→ **How to complete this task**
Please reproduce verbatim the lines below, from the first through the one with "timer.tick().await;".

BEGIN Excerpted data

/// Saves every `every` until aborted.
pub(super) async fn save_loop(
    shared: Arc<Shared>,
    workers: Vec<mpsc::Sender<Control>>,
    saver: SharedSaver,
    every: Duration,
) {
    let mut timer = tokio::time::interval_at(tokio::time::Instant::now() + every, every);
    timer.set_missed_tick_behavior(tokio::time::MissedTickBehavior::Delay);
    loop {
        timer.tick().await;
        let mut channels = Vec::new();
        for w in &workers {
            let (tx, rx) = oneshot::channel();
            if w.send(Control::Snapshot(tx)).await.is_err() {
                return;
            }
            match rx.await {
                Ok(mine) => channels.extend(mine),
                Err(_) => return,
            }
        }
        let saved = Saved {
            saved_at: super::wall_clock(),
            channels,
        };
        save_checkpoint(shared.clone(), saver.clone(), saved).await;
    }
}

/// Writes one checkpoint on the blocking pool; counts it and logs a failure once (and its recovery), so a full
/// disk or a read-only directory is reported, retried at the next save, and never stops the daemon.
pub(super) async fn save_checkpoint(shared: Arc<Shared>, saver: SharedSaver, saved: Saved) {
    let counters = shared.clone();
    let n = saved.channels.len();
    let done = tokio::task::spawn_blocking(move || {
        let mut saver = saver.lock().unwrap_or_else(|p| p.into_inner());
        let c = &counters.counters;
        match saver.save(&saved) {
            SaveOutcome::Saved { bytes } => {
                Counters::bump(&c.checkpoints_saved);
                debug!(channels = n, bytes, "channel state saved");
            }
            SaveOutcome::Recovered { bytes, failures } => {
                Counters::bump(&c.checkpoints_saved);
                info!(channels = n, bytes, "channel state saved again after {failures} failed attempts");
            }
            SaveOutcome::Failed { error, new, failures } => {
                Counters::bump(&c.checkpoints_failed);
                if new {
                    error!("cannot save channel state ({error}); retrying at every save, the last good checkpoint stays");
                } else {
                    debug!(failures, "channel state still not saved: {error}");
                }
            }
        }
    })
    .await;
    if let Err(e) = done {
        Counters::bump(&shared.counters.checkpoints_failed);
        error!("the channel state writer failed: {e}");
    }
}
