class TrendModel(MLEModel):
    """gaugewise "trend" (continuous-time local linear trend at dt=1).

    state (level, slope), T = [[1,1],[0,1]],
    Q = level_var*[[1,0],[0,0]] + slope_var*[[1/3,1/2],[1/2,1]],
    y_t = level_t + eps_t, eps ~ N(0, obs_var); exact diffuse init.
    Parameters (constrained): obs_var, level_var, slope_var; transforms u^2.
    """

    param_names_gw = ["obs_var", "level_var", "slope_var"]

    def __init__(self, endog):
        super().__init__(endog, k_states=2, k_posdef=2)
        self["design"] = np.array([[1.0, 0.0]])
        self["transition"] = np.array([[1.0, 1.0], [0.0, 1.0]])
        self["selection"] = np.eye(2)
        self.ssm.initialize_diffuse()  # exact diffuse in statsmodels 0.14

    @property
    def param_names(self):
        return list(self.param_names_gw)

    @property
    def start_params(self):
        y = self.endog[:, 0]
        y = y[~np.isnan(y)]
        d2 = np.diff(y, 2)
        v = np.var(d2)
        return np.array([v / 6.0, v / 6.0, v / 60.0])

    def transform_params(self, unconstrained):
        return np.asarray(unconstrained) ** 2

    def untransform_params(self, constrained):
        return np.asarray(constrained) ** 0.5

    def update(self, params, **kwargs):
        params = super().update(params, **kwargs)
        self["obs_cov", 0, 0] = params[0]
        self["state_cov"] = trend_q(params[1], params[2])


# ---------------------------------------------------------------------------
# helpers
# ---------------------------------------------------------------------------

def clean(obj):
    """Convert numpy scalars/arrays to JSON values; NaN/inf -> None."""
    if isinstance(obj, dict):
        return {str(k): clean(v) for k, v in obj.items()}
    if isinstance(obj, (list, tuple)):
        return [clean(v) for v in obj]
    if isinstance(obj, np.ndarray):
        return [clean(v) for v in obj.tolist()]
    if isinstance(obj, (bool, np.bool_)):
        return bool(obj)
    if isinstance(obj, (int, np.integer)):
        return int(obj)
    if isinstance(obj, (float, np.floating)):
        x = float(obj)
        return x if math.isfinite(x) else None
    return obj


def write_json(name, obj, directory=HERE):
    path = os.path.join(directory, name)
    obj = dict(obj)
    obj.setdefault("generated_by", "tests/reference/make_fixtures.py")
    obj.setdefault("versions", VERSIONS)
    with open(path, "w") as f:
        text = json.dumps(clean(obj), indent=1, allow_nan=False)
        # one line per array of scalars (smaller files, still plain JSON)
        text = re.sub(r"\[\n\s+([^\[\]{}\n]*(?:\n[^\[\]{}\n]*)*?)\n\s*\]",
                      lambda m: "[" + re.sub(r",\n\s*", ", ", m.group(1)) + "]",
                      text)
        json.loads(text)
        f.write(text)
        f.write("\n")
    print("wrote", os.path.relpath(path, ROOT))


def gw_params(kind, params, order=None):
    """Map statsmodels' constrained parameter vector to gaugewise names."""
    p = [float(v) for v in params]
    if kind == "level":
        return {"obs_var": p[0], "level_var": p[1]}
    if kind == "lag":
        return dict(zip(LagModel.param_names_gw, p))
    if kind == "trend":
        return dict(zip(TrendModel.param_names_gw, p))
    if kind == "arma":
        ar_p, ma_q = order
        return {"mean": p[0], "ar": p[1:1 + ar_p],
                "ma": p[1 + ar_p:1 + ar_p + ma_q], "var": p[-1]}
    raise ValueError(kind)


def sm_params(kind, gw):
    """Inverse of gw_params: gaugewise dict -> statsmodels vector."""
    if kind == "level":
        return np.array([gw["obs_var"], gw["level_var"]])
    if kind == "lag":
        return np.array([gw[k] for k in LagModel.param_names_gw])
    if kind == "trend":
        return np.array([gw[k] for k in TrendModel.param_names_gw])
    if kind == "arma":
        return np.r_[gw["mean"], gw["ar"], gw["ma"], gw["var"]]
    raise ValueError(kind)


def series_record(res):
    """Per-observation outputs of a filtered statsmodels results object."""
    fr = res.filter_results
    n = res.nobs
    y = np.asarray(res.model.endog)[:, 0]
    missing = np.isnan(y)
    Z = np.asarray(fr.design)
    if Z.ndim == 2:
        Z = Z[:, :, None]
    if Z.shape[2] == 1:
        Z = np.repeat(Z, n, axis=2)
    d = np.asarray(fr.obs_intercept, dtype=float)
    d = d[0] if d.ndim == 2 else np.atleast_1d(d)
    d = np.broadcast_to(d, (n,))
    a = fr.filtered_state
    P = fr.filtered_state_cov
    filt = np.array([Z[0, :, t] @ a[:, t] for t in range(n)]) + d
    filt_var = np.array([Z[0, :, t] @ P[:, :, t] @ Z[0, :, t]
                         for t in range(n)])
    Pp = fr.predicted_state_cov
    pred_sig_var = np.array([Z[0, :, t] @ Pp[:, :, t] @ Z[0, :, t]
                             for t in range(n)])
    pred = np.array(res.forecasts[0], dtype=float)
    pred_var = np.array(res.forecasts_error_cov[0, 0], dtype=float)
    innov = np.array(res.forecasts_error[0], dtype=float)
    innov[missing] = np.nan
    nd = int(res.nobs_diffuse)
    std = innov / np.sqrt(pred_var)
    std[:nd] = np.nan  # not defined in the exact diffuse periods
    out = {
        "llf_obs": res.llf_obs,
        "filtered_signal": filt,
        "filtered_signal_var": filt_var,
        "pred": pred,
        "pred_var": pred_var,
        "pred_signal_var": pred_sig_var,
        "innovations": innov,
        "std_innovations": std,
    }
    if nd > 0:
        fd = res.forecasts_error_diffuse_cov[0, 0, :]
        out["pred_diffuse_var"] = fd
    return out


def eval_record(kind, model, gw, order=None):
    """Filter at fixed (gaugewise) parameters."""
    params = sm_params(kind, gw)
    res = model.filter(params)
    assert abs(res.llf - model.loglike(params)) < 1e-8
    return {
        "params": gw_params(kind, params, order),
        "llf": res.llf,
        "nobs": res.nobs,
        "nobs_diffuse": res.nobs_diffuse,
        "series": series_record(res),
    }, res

END Excerpted data

→ **Exercise solution**
/// Saves every `every` until aborted.
pub(super) async fn save_loop(
    shared: Arc<Shared>,
    workers: Vec<mpsc::Sender<Control>>,
    saver: SharedSaver,
    every: Duration,
) {
    let mut timer = tokio::time::interval_at(tokio::time::Instant::now() + every, every);
    timer.set_missed_tick_behavior(tokio::time::MissedTickBehavior::Delay);
    loop {
        timer.tick().await;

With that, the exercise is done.